| Task requirements |
Which lines run from the line with "let support = obround_support(&shape, (-dy" through the line with "filename src/gerber/mod.rs" in the entries below? Print them exactly, both ends included, and nothing more.

+---+

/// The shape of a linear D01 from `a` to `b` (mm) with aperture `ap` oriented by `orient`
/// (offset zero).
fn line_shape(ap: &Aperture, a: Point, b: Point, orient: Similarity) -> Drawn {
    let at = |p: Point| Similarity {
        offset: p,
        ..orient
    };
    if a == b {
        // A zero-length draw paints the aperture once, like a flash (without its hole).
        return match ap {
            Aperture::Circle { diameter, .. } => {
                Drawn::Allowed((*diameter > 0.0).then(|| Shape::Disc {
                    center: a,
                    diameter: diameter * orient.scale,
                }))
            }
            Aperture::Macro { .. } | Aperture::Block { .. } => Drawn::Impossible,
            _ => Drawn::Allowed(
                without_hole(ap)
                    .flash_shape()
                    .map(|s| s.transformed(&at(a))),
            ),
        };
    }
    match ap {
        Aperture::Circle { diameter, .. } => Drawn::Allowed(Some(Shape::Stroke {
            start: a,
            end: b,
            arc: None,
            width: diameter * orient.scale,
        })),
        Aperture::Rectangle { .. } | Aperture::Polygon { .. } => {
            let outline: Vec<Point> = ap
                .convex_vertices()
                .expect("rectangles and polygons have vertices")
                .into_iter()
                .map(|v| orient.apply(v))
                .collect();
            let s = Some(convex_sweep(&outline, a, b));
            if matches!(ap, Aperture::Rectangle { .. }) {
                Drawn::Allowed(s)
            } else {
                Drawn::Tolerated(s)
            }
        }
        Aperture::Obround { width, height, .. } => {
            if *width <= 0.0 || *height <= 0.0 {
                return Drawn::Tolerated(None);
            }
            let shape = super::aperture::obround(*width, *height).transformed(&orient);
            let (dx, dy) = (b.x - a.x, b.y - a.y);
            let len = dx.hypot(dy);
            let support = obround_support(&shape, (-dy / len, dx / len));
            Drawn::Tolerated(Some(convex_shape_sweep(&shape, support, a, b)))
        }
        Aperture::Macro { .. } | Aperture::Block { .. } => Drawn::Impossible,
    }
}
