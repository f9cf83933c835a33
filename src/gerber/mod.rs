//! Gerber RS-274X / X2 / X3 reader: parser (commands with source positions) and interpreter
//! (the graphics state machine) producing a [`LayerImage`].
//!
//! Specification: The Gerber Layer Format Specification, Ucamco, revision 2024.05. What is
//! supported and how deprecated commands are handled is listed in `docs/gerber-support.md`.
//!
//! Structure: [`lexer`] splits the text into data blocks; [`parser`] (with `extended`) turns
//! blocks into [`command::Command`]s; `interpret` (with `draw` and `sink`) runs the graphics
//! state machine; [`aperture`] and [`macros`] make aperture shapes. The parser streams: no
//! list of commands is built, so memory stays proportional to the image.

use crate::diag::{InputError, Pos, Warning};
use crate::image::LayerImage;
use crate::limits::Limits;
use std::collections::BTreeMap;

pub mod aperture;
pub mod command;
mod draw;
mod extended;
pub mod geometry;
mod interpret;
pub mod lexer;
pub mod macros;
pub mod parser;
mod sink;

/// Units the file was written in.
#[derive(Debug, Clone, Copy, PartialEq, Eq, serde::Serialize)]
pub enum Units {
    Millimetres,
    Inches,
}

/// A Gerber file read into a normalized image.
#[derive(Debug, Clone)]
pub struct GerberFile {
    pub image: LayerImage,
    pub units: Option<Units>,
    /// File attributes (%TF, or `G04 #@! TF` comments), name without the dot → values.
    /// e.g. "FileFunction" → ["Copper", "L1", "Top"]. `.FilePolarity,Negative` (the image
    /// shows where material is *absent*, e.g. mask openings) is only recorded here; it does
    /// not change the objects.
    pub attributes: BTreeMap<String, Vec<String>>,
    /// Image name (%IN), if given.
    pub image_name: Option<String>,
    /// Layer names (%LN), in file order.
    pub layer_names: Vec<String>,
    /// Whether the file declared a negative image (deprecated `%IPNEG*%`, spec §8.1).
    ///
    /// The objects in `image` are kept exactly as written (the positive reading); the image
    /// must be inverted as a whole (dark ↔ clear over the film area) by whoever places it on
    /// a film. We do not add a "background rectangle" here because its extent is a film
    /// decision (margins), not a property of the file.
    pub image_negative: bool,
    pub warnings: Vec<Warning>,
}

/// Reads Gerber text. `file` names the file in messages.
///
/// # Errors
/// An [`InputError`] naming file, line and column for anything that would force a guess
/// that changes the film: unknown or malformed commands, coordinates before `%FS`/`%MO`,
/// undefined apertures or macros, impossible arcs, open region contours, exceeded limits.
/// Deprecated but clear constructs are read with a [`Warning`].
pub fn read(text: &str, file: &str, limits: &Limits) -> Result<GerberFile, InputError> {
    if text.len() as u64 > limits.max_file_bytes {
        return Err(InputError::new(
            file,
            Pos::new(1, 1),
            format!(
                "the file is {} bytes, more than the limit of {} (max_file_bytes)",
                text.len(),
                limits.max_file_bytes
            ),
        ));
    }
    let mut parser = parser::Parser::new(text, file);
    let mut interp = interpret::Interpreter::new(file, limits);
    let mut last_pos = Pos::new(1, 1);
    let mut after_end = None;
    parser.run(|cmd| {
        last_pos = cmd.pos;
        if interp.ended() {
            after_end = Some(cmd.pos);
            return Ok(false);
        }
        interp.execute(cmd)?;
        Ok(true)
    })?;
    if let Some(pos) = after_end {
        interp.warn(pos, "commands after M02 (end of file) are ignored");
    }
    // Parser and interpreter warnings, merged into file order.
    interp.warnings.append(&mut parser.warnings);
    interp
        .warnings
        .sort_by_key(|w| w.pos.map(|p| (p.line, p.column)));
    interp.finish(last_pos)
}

+---+

| Expected answer |
            let support = obround_support(&shape, (-dy / len, dx / len));
            Drawn::Tolerated(Some(convex_shape_sweep(&shape, support, a, b)))
        }
        Aperture::Macro { .. } | Aperture::Block { .. } => Drawn::Impossible,
    }
}
repository f9cf83933c835a33
filename src/gerber/mod.rs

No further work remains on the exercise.